# Discrete Alias Urn (DAU)#

• Required: probability vector (PV) or the PMF along with a finite domain

• Speed:

• Set-up: slow (linear with the vector-length)

• Sampling: very fast

DAU samples from distributions with arbitrary but finite probability vectors (PV) of length N. The algorithm is based on an ingenious method by A.J. Walker and requires a table of size (at least) N. It needs one random number and only one comparison for each generated random variate. The setup time for constructing the tables is O(N).

```>>> import numpy as np
>>> from scipy.stats.sampling import DiscreteAliasUrn
>>>
>>> pv = [0.18, 0.02, 0.8]
>>> urng = np.random.default_rng()
>>> rng = DiscreteAliasUrn(pv, random_state=urng)
>>> rng.rvs()
0      # may vary
```

By default, the probability vector is indexed starting at 0. However, this can be changed by passing a `domain` parameter. When `domain` is given in combination with the PV, it has the effect of relocating the distribution from `(0, len(pv))` to `(domain[0]`, `domain[0] + len(pv))`. `domain[1]` is ignored in this case.

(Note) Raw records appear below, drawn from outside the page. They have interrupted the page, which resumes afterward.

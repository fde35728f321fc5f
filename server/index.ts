import type { Server } from 'node:http';
import { createApp } from './app.ts';
import { secretKey } from './auth/session.ts';
import { createDb, closeDb, type Db } from './db/client.ts';
import type { Env } from './env.ts';

export interface RunningServer {
  url: string;
  db: Db;
  close: () => Promise<void>;
}

/** Listen on env.HOST:env.PORT with API and (when built) the client from one process. */
export async function startServer(env: Env): Promise<RunningServer> {
  const db = createDb(env.DATABASE_URL);
  const app = createApp({ db, env, sessionKey: secretKey(env.JWT_SECRET) }, { clientDist: env.CLIENT_DIST });
  const server: Server = await new Promise((resolve, reject) => {
    const s = app.listen(env.PORT, env.HOST, () => resolve(s));
    s.once('error', reject);
  });
  const address = server.address();
  const port = typeof address === 'object' && address ? address.port : env.PORT;
  return {
    url: `http://${env.HOST}:${port}`,
    db,
    close: async () => {
      await new Promise<void>((resolve) => server.close(() => resolve()));
      server.closeAllConnections();
      await closeDb(db);
    },
  };
}
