import type { Server } from 'node:http';
import { createApp } from './app.ts';
import { secretKey } from './auth/session.ts';
import { createDb, closeDb, type Db } from './db/client.ts';
import type { Env } from './env.ts';

export interface RunningServer {
  url: string;
  db: Db;
  close: () => Promise<void>;
}

/** Listen on env.HOST:env.PORT with API and (when built) the client from one process. */
export async function startServer(env: Env): Promise<RunningServer> {
  const db = createDb(env.DATABASE_URL);
  const stops: Array<() => void> = [];
  const app = createApp({ db, env, sessionKey: secretKey(env.JWT_SECRET), onClose: (stop) => stops.push(stop) }, { clientDist: env.CLIENT_DIST });
  const server: Server = await new Promise((resolve, reject) => {
    const s = app.listen(env.PORT, env.HOST, () => resolve(s));
    s.once('error', reject);
  });
  const address = server.address();
  const port = typeof address === 'object' && address ? address.port : env.PORT;
  return {
    url: `http://${env.HOST}:${port}`,
    db,
    close: async () => {
      for (const stop of stops) stop();
      await new Promise<void>((resolve) => server.close(() => resolve()));
      server.closeAllConnections();
      // A client that hung up mid-request leaves its handler running: let the database work in flight
      // finish (up to 5 s) so it does not meet a closed pool.
      await poolSettled(db, 5000);
      await closeDb(db);
    },
  };
}

/** Resolves once no client is checked out of the pool or waited for, twice in a row 25 ms apart, or after `limitMs`. */
async function poolSettled(db: Db, limitMs: number): Promise<void> {
  const pool = db.$client;
  const busy = () => pool.totalCount > pool.idleCount || pool.waitingCount > 0;
  const until = Date.now() + limitMs;
  let quiet = 0;
  while (quiet < 2 && Date.now() < until) {
    await new Promise((resolve) => setTimeout(resolve, 25));
    quiet = busy() ? 0 : quiet + 1;
  }
}
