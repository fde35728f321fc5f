import { describe, expect, it } from 'vitest';
import { nullReasonMessages } from '#shared/kpi/stats.ts';
import { reliabilityReportSchema } from '#shared/schemas/reliability.ts';
import { formatReliability } from '#bin/formatters/reliability.ts';
import { freshAnswer } from '../../fixtures/freshness.ts';

const cells = (line: string) => line.split('│').map((c) => c.trim()).filter(Boolean);

// Figures of the pump of tests/server/services/reliability.test.ts: T = 220 h, r = 2 (hand-worked there).
/** A group running 220 h of a 240 h window on its train's run status (the fields every group carries). */
const group = (asset: string, scope: string[]) => ({
  asset,
  operatingHours: 220,
  operationalAvailability: 220 / 240,
  meanActiveRepairHours: null,
  scope,
  operatingTimeSource: 'ancestor-run-status',
  reasons: {},
  operatingTime: { windowHours: 240, uptimeHours: 220, downtimeHours: 20, unknownHours: 0, units: [{ asset, source: 'ancestor-run-status', tag: 'TR1.RUN', hours: 220 }] },
  mttrBasis: { outOfServiceWindow: 0, completedLessReported: 0, unknown: 0 },
  notes: [],
});
const report = {
  ...reliabilityReportSchema.parse({
  ...freshAnswer,
    site: 'OPS',
    asset: 'TR1',
    from: '2025-01-01T00:00:00.000Z',
    to: '2025-01-11T00:00:00.000Z',
    confidence: 0.9,
    sides: 'two-sided',
    terminated: 'time',
    operatingHours: 220,
    failures: 2,
    mtbfHours: 110,
    mtbfLowerHours: 34.94396627546779,
    mtbfUpperHours: 619.0878679220688,
    mttrHours: 9,
    availability: 110 / 119,
    operationalAvailability: 220 / 240,
    meanActiveRepairHours: 6,
    scope: ['TR1', 'TR1-S1', 'TR1-HPP'],
    operatingTimeSource: 'run-status',
    reasons: {},
    operatingTime: { windowHours: 240, uptimeHours: 220, downtimeHours: 20, unknownHours: 0, units: [{ asset: 'TR1', source: 'run-status', tag: 'TR1.RUN', hours: 220 }] },
    mttrBasis: { outOfServiceWindow: 1, completedLessReported: 1, unknown: 0 },
    notes: [],
    groups: [
      { key: 'asset=TR1-HPP', ...group('TR1-HPP', ['TR1-HPP']), failures: 2, mtbfHours: 110, mtbfLowerHours: 34.94, mtbfUpperHours: 619.09, mttrHours: 9, availability: 110 / 119, meanActiveRepairHours: 6, mttrBasis: { outOfServiceWindow: 1, completedLessReported: 1, unknown: 0 } },
      { key: 'asset=TR1-S1', ...group('TR1-S1', ['TR1-S1']), failures: 0, mtbfHours: null, mtbfLowerHours: 73.44, mtbfUpperHours: null, mttrHours: null, availability: null, reasons: { mtbfHours: 'no-failures' } },
    ],
    provenance: { workOrders: ['WO-1', 'WO-2'], tags: ['TR1.RUN'], windows: [] },
  }),
  notes: ['1 of 2 failure(s) have no out-of-service window: their restoration time is completed − reported.'],
};

describe('formatReliability', () => {
  const text = formatReliability(report);
  const lines = text.split('\n');

  it('heads the report with the site, the asset, its scope and the window, and the source of operating time', () => {
    expect(lines[0]).toBe('Reliability — site OPS, asset TR1 and the 2 asset(s) below it, 2025-01-01T00:00:00.000Z to 2025-01-11T00:00:00.000Z');
    expect(text).toContain("Operating time from the asset's run-status tag.");
  });

  it('prints each figure with its unit, availabilities as percentages', () => {
    expect(cells(lines.find((l) => l.includes('MTBF (h)'))!)).toEqual(['MTBF (h)', '110']);
    expect(cells(lines.find((l) => l.includes('MTBF lower bound, 90 % (h)'))!)).toEqual(['MTBF lower bound, 90 % (h)', '34.94']);
    expect(cells(lines.find((l) => l.includes('MTBF upper bound'))!)).toEqual(['MTBF upper bound, 90 % (h)', '619.09']);
    expect(cells(lines.find((l) => l.includes('availability, inherent'))!)).toEqual(['availability, inherent', '92.4 %']);
    expect(cells(lines.find((l) => l.includes('operational availability'))!)).toEqual(['operational availability', '91.7 %']);
    expect(text).toContain('NIST/SEMATECH e-Handbook of Statistical Methods §8.4.5.1');
  });

  it('prints one row per group, missing figures as dashes', () => {
    expect(cells(lines.find((l) => l.includes('asset=TR1-S1'))!)).toEqual(['asset=TR1-S1', 'ancestor-run-status', '220', '0', '—', '73.44', '—', '—', '—']);
  });

  it('says why a figure is missing, and prints the notes', () => {
    const none = formatReliability({ ...report, failures: 0, mtbfHours: null, mtbfUpperHours: null, reasons: { mtbfHours: 'no-failures', mtbfUpperHours: 'no-failures' }, groups: [] });
    const row = none.split('\n').find((l) => l.includes('MTBF (h)'))!;
    expect(row).toContain('—');
    expect(none).toContain(nullReasonMessages['no-failures'].slice(0, 30));
    expect(text).toContain('Note: 1 of 2 failure(s) have no out-of-service window');
  });

  it('says when there is no window', () => {
    expect(formatReliability({ ...report, from: null, to: null }).split('\n')[0]).toMatch(/no data to bound a window$/);
  });
});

```>>> rng = DiscreteAliasUrn(pv, domain=(10, 13), random_state=urng)
>>> rng.rvs()
12    # may vary
```

The method also works when no probability vector but a PMF is given. In that case, a bounded (finite) domain must also be given either by passing the `domain` parameter explicitly or by providing a `support` method in the distribution object:

```>>> class Distribution:
...     def __init__(self, c):
...         self.c = c
...     def pmf(self, x):
...         return x**self.c
...     def support(self):
...         return (0, 10)
...
>>> dist = Distribution(2)
>>> rng = DiscreteAliasUrn(dist, random_state=urng)
>>> rng.rvs()
10    # may vary
```
```>>> import matplotlib.pyplot as plt
>>> from scipy.stats.sampling import DiscreteAliasUrn
>>> class Distribution:
...     def __init__(self, c):
...         self.c = c
...     def pmf(self, x):
...         return x**self.c
...     def support(self):
...         return (0, 10)
...
>>> dist = Distribution(2)
>>> urng = np.random.default_rng()
>>> rng = DiscreteAliasUrn(dist, random_state=urng)
>>> rvs = rng.rvs(1000)
>>> fig = plt.figure()
>>> x = np.arange(1, 11)
>>> fx = dist.pmf(x)
>>> fx = fx / fx.sum()
>>> ax.plot(x, fx, 'bo', label='true distribution')
>>> ax.vlines(x, 0, fx, lw=2)
>>> ax.hist(rvs, bins=np.r_[x, 11]-0.5, density=True, alpha=0.5, color='r',
...         label='samples')
>>> ax.set_xlabel('x')
>>> ax.set_ylabel('PMF(x)')
>>> ax.set_title('Discrete Alias Urn Samples')
>>> plt.legend()
>>> plt.show()
```

Note

As `DiscreteAliasUrn` expects PMF with signature `def pmf(self, x: float) -> float`, it first vectorizes the PMF using `np.vectorize` and then evaluates it over all the points in the domain. But if the PMF is already vectorized, it is much faster to just evaluate it at each point in the domain and pass the obtained PV instead along with the domain. For example, `pmf` methods of SciPy’s discrete distributions are vectorized and a PV can be obtained by doing:

```>>> from scipy.stats import binom
>>> from scipy.stats.sampling import DiscreteAliasUrn
>>> dist = binom(10, 0.2)  # distribution object
>>> domain = dist.support()  # the domain of your distribution
>>> x = np.arange(domain[0], domain[1] + 1)
>>> pv = dist.pmf(x)
>>> rng = DiscreteAliasUrn(pv, domain=domain)
```

Domain is required here to relocate the distribution.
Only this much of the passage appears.